_Task brief_. Write out every entry word for word.

_Collected data entries_.
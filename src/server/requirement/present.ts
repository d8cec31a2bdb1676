import type { LibraryVehicle, StudyOrbit, StudySettings, StudyVehicle } from '#contract/requirement.ts';
import { VehicleInput } from '#contract/vehicle.ts';
import type { OrbitRow } from '#db/queries/orbit.ts';
import type { StudyRow } from '#server/change-study.ts';
import type { findStudyVehicle, LibraryVehicleRow } from '#db/queries/vehicle.ts';

/** An orbit as the interface names it: altitudes in kilometres over the equatorial radius. */
export function presentOrbit(row: OrbitRow): StudyOrbit {
  return {
    id: row.id,
    position: row.position,
    code: row.code,
    name: row.name,
    perigeeKm: row.perigeeM / 1000,
    apogeeKm: row.apogeeM / 1000,
    inclinationDeg: row.inclinationDeg,
    sunSynchronous: row.sunSynchronous,
    profile: row.profile,
    parkingKm: row.parkingM / 1000,
    flightsPerYear: row.flightsPerYear,
    version: row.version,
  };
}

/** A study's vehicle; version 0 where none was chosen yet. Parsing fills in what a newer schema made optional. */
export function presentVehicle(row: Awaited<ReturnType<typeof findStudyVehicle>>): StudyVehicle {
  if (!row) return { vehicle: null, libraryVehicleId: null, version: 0 };
  return {
    vehicle: VehicleInput.parse(row.spec),
    libraryVehicleId: row.libraryVehicleId,
    version: row.version,
  };
}

/** A study's settings, with the version of the settings. */
export function presentSettings(
  row: Pick<StudyRow, 'turnSpeedFraction' | 'losses' | 'settingsVersion'>,
): StudySettings {
  return { turnSpeedFraction: row.turnSpeedFraction, losses: row.losses, version: row.settingsVersion };
}

export function presentLibraryVehicle(row: LibraryVehicleRow): LibraryVehicle {
  return {
    id: row.id,
    code: row.code,
    name: row.name,
    vehicle: VehicleInput.parse(row.spec),
    archived: row.archivedAt !== null,
    version: row.version,
    updatedAt: row.updatedAt.toISOString(),
  };
}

_Reply_.
filename src/server/requirement/present.ts
repository d8cec31a2bdb1676
import type { LibraryVehicle, StudyOrbit, StudySettings, StudyVehicle } from '#contract/requirement.ts';
import { VehicleInput } from '#contract/vehicle.ts';
import type { OrbitRow } from '#db/queries/orbit.ts';
import type { StudyRow } from '#server/change-study.ts';
import type { findStudyVehicle, LibraryVehicleRow } from '#db/queries/vehicle.ts';

/** An orbit as the interface names it: altitudes in kilometres over the equatorial radius. */
export function presentOrbit(row: OrbitRow): StudyOrbit {
  return {
    id: row.id,
    position: row.position,
    code: row.code,
    name: row.name,
    perigeeKm: row.perigeeM / 1000,
    apogeeKm: row.apogeeM / 1000,
    inclinationDeg: row.inclinationDeg,
    sunSynchronous: row.sunSynchronous,
    profile: row.profile,
    parkingKm: row.parkingM / 1000,
    flightsPerYear: row.flightsPerYear,
    version: row.version,
  };
}

/** A study's vehicle; version 0 where none was chosen yet. Parsing fills in what a newer schema made optional. */
export function presentVehicle(row: Awaited<ReturnType<typeof findStudyVehicle>>): StudyVehicle {
  if (!row) return { vehicle: null, libraryVehicleId: null, version: 0 };
  return {
    vehicle: VehicleInput.parse(row.spec),
    libraryVehicleId: row.libraryVehicleId,
    version: row.version,
  };
}

/** A study's settings, with the version of the settings. */
export function presentSettings(
  row: Pick<StudyRow, 'turnSpeedFraction' | 'losses' | 'settingsVersion'>,
): StudySettings {
  return { turnSpeedFraction: row.turnSpeedFraction, losses: row.losses, version: row.settingsVersion };
}

export function presentLibraryVehicle(row: LibraryVehicleRow): LibraryVehicle {
  return {
    id: row.id,
    code: row.code,
    name: row.name,
    vehicle: VehicleInput.parse(row.spec),
    archived: row.archivedAt !== null,
    version: row.version,
    updatedAt: row.updatedAt.toISOString(),
  };
}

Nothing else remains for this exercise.